**Exercise instructions**
Could you work out how many lines in the material below hold the word "sizeof"? Give only the number in reply.
_ _ _
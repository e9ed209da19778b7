#include "config.h"

#include <glib/gi18n-lib.h>
#include <math.h>
#include <string.h>
#include <zlib.h>

#include "cw-render-private.h"

/* A PNG writer for figures. cairo_surface_write_to_png compresses hard and takes several times
 * longer than drawing a 300 dpi figure; a figure on white compresses well at zlib's fastest
 * level with the "Sub" filter. The format is the PNG specification's (W3C,
 * Portable Network Graphics, 2nd ed., 2003): signature, IHDR, pHYs, IDAT, IEND, each chunk
 * with its CRC-32. */

static void
put_be32 (guint8 *p, guint32 v)
{
  p[0] = v >> 24;
  p[1] = v >> 16;
  p[2] = v >> 8;
  p[3] = v;
}

static void
chunk (GByteArray *out, const char *type, const guint8 *data, guint32 len)
{
  guint8 head[8], tail[4];
  uLong  crc = crc32 (0L, (const Bytef *) type, 4);

  put_be32 (head, len);
  memcpy (head + 4, type, 4);
  g_byte_array_append (out, head, 8);
  if (len > 0)
    {
      g_byte_array_append (out, data, len);
      crc = crc32 (crc, data, len);
    }
  put_be32 (tail, (guint32) crc);
  g_byte_array_append (out, tail, 4);
}

/* Rows of filter byte + RGB, each pixel stored as its difference from the left one (Sub). */
static void
filter_rows (cairo_surface_t *surface, int width, int rows, guint8 *raw)
{
  const guint8 *data = cairo_image_surface_get_data (surface);
  int           stride = cairo_image_surface_get_stride (surface);
  gsize         row = 1 + 3 * (gsize) width;

  for (int y = 0; y < rows; y++)
    {
      const guint32 *src = (const guint32 *) (data + (gsize) y * stride);
      guint8        *dst = raw + row * y;
      guint8         pr = 0, pg = 0, pb = 0;

      dst[0] = 1; /* Sub */
      for (int x = 0; x < width; x++)
        {
          guint32 px = src[x];
          guint8  r = px >> 16, g = px >> 8, b = px;

          dst[1 + 3 * x] = r - pr;
          dst[2 + 3 * x] = g - pg;
          dst[3 + 3 * x] = b - pb;
          pr = r, pg = g, pb = b;
        }
    }
}

static gboolean
deflate_into (z_stream *zs, const guint8 *in, gsize len, int flush, GByteArray *out)
{
  guint8 buf[65536];
  int    ret;

  zs->next_in = (Bytef *) in;
  zs->avail_in = (uInt) len;
  do
    {
      zs->next_out = buf;
      zs->avail_out = sizeof buf;
      ret = deflate (zs, flush);
      if (ret == Z_STREAM_ERROR)
        return FALSE;
      g_byte_array_append (out, buf, sizeof buf - zs->avail_out);
    }
  while (zs->avail_out == 0 || (flush == Z_FINISH && ret != Z_STREAM_END));
  return TRUE;
}

/* The page is painted in bands of rows into one small surface, each band filtered and fed to
 * the compressor at once: the memory stays small and warm, which at 300 dpi is most of the
 * time a whole-page image would take. */
gboolean
cw_render_write_png_scene (const CwScene *scene, double width, double height, double dpi, const char *path, GError **error)
{
  static const guint8 signature[8] = { 0x89, 'P', 'N', 'G', '\r', '\n', 0x1a, '\n' };
  enum
  {
    BAND = 160
  };
  int w = (int) lround (width * dpi / 72.0), h = (int) lround (height * dpi / 72.0);
  g_autoptr (GByteArray) out = g_byte_array_new ();
  g_autoptr (GByteArray) idat = g_byte_array_new ();
  g_autoptr (cairo_surface_t) band = NULL;
  g_autofree guint8 *raw = NULL;
  guint8             ihdr[13], phys[9];
  guint32            ppm = (guint32) (dpi / 0.0254 + 0.5);
  z_stream           zs = { 0 };
  gboolean           ok = TRUE;

  if (w < 1 || h < 1 || w > 30000 || h > 30000)
    {
      g_set_error (error, CW_RENDER_ERROR, CW_RENDER_ERROR_DRAW, _("Image of %d × %d pixels is out of range"), w, h);
      return FALSE;
    }
  band = cairo_image_surface_create (CAIRO_FORMAT_RGB24, w, BAND);
  if (cairo_surface_status (band) != CAIRO_STATUS_SUCCESS)
    {
      g_set_error (error, CW_RENDER_ERROR, CW_RENDER_ERROR_DRAW, "%s", cairo_status_to_string (cairo_surface_status (band)));
      return FALSE;
    }
  raw = g_malloc ((1 + 3 * (gsize) w) * BAND);
  /* Run-length matching only: after the Sub filter a figure on white is mostly runs of zeros. */
  if (deflateInit2 (&zs, Z_BEST_SPEED, Z_DEFLATED, 15, 8, Z_RLE) != Z_OK)
    {
      g_set_error (error, CW_RENDER_ERROR, CW_RENDER_ERROR_DRAW, _("PNG compression failed"));
      return FALSE;
    }
  for (int y0 = 0; y0 < h && ok; y0 += BAND)
    {
      int      rows = MIN (BAND, h - y0);
      cairo_t *cr = cairo_create (band);

      /* White first: the page's edge pixels are only partly covered by the figure. */
      cairo_set_source_rgb (cr, 1, 1, 1);
      cairo_paint (cr);
      cairo_translate (cr, 0, -y0);
      cairo_scale (cr, dpi / 72.0, dpi / 72.0);
      cw_render_paint_scene (cr, scene, FALSE, width, height);
      ok = cairo_status (cr) == CAIRO_STATUS_SUCCESS;
      cairo_destroy (cr);
      cairo_surface_flush (band);
      filter_rows (band, w, rows, raw);
      ok = ok && deflate_into (&zs, raw, (1 + 3 * (gsize) w) * rows, y0 + rows >= h ? Z_FINISH : Z_NO_FLUSH, idat);
    }
  deflateEnd (&zs);
  if (!ok)
    {
      g_set_error (error, CW_RENDER_ERROR, CW_RENDER_ERROR_DRAW, _("PNG compression failed"));
      return FALSE;
    }
  put_be32 (ihdr, w);
  put_be32 (ihdr + 4, h);
  ihdr[8] = 8;  /* bits per sample */
  ihdr[9] = 2;  /* truecolour */
  ihdr[10] = 0; /* deflate */
  ihdr[11] = 0; /* adaptive filtering */
  ihdr[12] = 0; /* no interlace */
  put_be32 (phys, ppm);
  put_be32 (phys + 4, ppm);
  phys[8] = 1; /* per metre */
  g_byte_array_append (out, signature, 8);
  chunk (out, "IHDR", ihdr, 13);
  chunk (out, "pHYs", phys, 9);
  chunk (out, "IDAT", idat->data, idat->len);
  chunk (out, "IEND", NULL, 0);
  return g_file_set_contents (path, (const char *) out->data, out->len, error);
}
_ _ _
**Output for this exercise**
2